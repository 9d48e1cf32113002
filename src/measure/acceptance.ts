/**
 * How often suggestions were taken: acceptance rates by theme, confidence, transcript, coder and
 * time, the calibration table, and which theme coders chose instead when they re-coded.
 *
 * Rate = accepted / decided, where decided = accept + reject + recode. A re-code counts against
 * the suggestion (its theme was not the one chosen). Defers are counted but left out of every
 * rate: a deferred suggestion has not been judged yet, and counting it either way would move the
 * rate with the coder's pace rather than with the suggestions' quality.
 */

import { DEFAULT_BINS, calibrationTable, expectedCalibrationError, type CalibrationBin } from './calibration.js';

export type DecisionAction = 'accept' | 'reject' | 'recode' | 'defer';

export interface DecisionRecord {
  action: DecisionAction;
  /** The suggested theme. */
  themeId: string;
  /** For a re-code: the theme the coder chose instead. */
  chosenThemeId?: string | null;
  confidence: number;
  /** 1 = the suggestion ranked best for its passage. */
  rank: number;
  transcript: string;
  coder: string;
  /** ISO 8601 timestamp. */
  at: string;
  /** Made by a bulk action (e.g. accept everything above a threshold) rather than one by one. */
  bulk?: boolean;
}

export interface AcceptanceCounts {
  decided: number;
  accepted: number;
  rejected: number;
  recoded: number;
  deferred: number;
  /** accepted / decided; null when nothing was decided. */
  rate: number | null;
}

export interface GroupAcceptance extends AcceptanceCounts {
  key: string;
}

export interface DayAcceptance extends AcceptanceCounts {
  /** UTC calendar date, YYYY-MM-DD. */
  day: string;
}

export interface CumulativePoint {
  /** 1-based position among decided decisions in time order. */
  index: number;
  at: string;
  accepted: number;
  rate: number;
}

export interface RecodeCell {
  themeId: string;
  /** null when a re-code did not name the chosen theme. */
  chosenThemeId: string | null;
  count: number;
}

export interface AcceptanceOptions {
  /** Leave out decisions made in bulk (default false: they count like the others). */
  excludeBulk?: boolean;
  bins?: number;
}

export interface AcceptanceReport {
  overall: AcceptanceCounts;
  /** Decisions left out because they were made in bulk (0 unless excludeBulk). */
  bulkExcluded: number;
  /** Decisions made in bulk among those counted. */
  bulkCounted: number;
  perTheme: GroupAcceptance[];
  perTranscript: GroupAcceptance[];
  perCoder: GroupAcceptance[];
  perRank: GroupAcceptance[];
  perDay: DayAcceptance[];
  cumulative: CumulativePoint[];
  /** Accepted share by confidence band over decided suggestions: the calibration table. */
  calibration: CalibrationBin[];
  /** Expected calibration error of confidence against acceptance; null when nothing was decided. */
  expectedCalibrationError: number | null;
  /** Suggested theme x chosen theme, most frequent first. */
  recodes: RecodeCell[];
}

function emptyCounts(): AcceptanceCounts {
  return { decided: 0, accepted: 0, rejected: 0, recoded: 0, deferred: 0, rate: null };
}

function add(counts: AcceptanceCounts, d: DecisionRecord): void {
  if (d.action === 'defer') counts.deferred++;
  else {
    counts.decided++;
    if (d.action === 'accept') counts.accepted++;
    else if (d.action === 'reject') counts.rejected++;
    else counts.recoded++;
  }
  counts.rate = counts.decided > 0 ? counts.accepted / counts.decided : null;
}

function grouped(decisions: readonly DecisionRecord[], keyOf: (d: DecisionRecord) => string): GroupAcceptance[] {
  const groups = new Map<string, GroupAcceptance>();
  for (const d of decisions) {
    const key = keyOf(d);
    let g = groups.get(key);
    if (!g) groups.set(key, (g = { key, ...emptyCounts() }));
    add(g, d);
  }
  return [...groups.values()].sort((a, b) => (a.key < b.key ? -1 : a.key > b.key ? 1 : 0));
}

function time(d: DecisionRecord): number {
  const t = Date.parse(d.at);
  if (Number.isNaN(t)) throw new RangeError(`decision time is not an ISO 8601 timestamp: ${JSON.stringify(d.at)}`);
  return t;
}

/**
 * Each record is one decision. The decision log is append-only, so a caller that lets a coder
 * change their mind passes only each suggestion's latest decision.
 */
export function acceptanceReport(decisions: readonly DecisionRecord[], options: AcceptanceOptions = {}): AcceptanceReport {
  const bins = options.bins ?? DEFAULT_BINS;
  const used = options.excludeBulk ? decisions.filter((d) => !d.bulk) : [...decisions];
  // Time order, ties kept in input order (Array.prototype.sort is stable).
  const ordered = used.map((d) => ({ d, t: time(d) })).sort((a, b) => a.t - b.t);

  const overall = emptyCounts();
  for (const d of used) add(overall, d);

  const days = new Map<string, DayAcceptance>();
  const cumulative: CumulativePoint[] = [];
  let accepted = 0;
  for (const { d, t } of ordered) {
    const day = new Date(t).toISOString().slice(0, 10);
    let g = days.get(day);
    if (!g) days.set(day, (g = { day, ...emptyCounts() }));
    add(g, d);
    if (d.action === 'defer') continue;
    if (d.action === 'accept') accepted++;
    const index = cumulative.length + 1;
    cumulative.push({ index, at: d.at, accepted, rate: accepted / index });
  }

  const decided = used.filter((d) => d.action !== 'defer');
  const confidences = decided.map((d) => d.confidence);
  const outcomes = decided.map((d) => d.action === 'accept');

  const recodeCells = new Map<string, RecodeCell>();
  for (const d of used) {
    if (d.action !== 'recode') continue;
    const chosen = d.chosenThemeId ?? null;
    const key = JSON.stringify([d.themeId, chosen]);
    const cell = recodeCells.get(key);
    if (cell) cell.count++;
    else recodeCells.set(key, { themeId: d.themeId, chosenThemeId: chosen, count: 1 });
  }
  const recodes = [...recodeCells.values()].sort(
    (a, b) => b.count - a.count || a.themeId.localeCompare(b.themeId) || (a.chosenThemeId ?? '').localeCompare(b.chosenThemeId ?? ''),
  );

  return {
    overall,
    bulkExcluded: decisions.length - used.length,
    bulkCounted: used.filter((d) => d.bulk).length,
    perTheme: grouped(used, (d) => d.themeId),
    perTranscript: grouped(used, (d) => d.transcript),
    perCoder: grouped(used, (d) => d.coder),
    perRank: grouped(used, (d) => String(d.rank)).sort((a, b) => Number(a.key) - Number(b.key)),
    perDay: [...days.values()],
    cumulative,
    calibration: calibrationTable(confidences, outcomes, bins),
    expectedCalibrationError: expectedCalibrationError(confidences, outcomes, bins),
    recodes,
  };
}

· · · ·

— Task prompt —
Every line above must be repeated exactly as it appears.

— Solution for this task —
repository 9d48e1cf32113002
filename src/measure/acceptance.ts
/**
 * How often suggestions were taken: acceptance rates by theme, confidence, transcript, coder and
 * time, the calibration table, and which theme coders chose instead when they re-coded.
 *
 * Rate = accepted / decided, where decided = accept + reject + recode. A re-code counts against
 * the suggestion (its theme was not the one chosen). Defers are counted but left out of every
 * rate: a deferred suggestion has not been judged yet, and counting it either way would move the
 * rate with the coder's pace rather than with the suggestions' quality.
 */

import { DEFAULT_BINS, calibrationTable, expectedCalibrationError, type CalibrationBin } from './calibration.js';

export type DecisionAction = 'accept' | 'reject' | 'recode' | 'defer';

export interface DecisionRecord {
  action: DecisionAction;
  /** The suggested theme. */
  themeId: string;
  /** For a re-code: the theme the coder chose instead. */
  chosenThemeId?: string | null;
  confidence: number;
  /** 1 = the suggestion ranked best for its passage. */
  rank: number;
  transcript: string;
  coder: string;
  /** ISO 8601 timestamp. */
  at: string;
  /** Made by a bulk action (e.g. accept everything above a threshold) rather than one by one. */
  bulk?: boolean;
}

export interface AcceptanceCounts {
  decided: number;
  accepted: number;
  rejected: number;
  recoded: number;
  deferred: number;
  /** accepted / decided; null when nothing was decided. */
  rate: number | null;
}

export interface GroupAcceptance extends AcceptanceCounts {
  key: string;
}

export interface DayAcceptance extends AcceptanceCounts {
  /** UTC calendar date, YYYY-MM-DD. */
  day: string;
}

export interface CumulativePoint {
  /** 1-based position among decided decisions in time order. */
  index: number;
  at: string;
  accepted: number;
  rate: number;
}

export interface RecodeCell {
  themeId: string;
  /** null when a re-code did not name the chosen theme. */
  chosenThemeId: string | null;
  count: number;
}

export interface AcceptanceOptions {
  /** Leave out decisions made in bulk (default false: they count like the others). */
  excludeBulk?: boolean;
  bins?: number;
}

export interface AcceptanceReport {
  overall: AcceptanceCounts;
  /** Decisions left out because they were made in bulk (0 unless excludeBulk). */
  bulkExcluded: number;
  /** Decisions made in bulk among those counted. */
  bulkCounted: number;
  perTheme: GroupAcceptance[];
  perTranscript: GroupAcceptance[];
  perCoder: GroupAcceptance[];
  perRank: GroupAcceptance[];
  perDay: DayAcceptance[];
  cumulative: CumulativePoint[];
  /** Accepted share by confidence band over decided suggestions: the calibration table. */
  calibration: CalibrationBin[];
  /** Expected calibration error of confidence against acceptance; null when nothing was decided. */
  expectedCalibrationError: number | null;
  /** Suggested theme x chosen theme, most frequent first. */
  recodes: RecodeCell[];
}

function emptyCounts(): AcceptanceCounts {
  return { decided: 0, accepted: 0, rejected: 0, recoded: 0, deferred: 0, rate: null };
}

function add(counts: AcceptanceCounts, d: DecisionRecord): void {
  if (d.action === 'defer') counts.deferred++;
  else {
    counts.decided++;
    if (d.action === 'accept') counts.accepted++;
    else if (d.action === 'reject') counts.rejected++;
    else counts.recoded++;
  }
  counts.rate = counts.decided > 0 ? counts.accepted / counts.decided : null;
}

function grouped(decisions: readonly DecisionRecord[], keyOf: (d: DecisionRecord) => string): GroupAcceptance[] {
  const groups = new Map<string, GroupAcceptance>();
  for (const d of decisions) {
    const key = keyOf(d);
    let g = groups.get(key);
    if (!g) groups.set(key, (g = { key, ...emptyCounts() }));
    add(g, d);
  }
  return [...groups.values()].sort((a, b) => (a.key < b.key ? -1 : a.key > b.key ? 1 : 0));
}

function time(d: DecisionRecord): number {
  const t = Date.parse(d.at);
  if (Number.isNaN(t)) throw new RangeError(`decision time is not an ISO 8601 timestamp: ${JSON.stringify(d.at)}`);
  return t;
}

/**
 * Each record is one decision. The decision log is append-only, so a caller that lets a coder
 * change their mind passes only each suggestion's latest decision.
 */
export function acceptanceReport(decisions: readonly DecisionRecord[], options: AcceptanceOptions = {}): AcceptanceReport {
  const bins = options.bins ?? DEFAULT_BINS;
  const used = options.excludeBulk ? decisions.filter((d) => !d.bulk) : [...decisions];
  // Time order, ties kept in input order (Array.prototype.sort is stable).
  const ordered = used.map((d) => ({ d, t: time(d) })).sort((a, b) => a.t - b.t);

  const overall = emptyCounts();
  for (const d of used) add(overall, d);

  const days = new Map<string, DayAcceptance>();
  const cumulative: CumulativePoint[] = [];
  let accepted = 0;
  for (const { d, t } of ordered) {
    const day = new Date(t).toISOString().slice(0, 10);
    let g = days.get(day);
    if (!g) days.set(day, (g = { day, ...emptyCounts() }));
    add(g, d);
    if (d.action === 'defer') continue;
    if (d.action === 'accept') accepted++;
    const index = cumulative.length + 1;
    cumulative.push({ index, at: d.at, accepted, rate: accepted / index });
  }

  const decided = used.filter((d) => d.action !== 'defer');
  const confidences = decided.map((d) => d.confidence);
  const outcomes = decided.map((d) => d.action === 'accept');

  const recodeCells = new Map<string, RecodeCell>();
  for (const d of used) {
    if (d.action !== 'recode') continue;
    const chosen = d.chosenThemeId ?? null;
    const key = JSON.stringify([d.themeId, chosen]);
    const cell = recodeCells.get(key);
    if (cell) cell.count++;
    else recodeCells.set(key, { themeId: d.themeId, chosenThemeId: chosen, count: 1 });
  }
  const recodes = [...recodeCells.values()].sort(
    (a, b) => b.count - a.count || a.themeId.localeCompare(b.themeId) || (a.chosenThemeId ?? '').localeCompare(b.chosenThemeId ?? ''),
  );

  return {
    overall,
    bulkExcluded: decisions.length - used.length,
    bulkCounted: used.filter((d) => d.bulk).length,
    perTheme: grouped(used, (d) => d.themeId),
    perTranscript: grouped(used, (d) => d.transcript),
    perCoder: grouped(used, (d) => d.coder),
    perRank: grouped(used, (d) => String(d.rank)).sort((a, b) => Number(a.key) - Number(b.key)),
    perDay: [...days.values()],
    cumulative,
    calibration: calibrationTable(confidences, outcomes, bins),
    expectedCalibrationError: expectedCalibrationError(confidences, outcomes, bins),
    recodes,
  };
}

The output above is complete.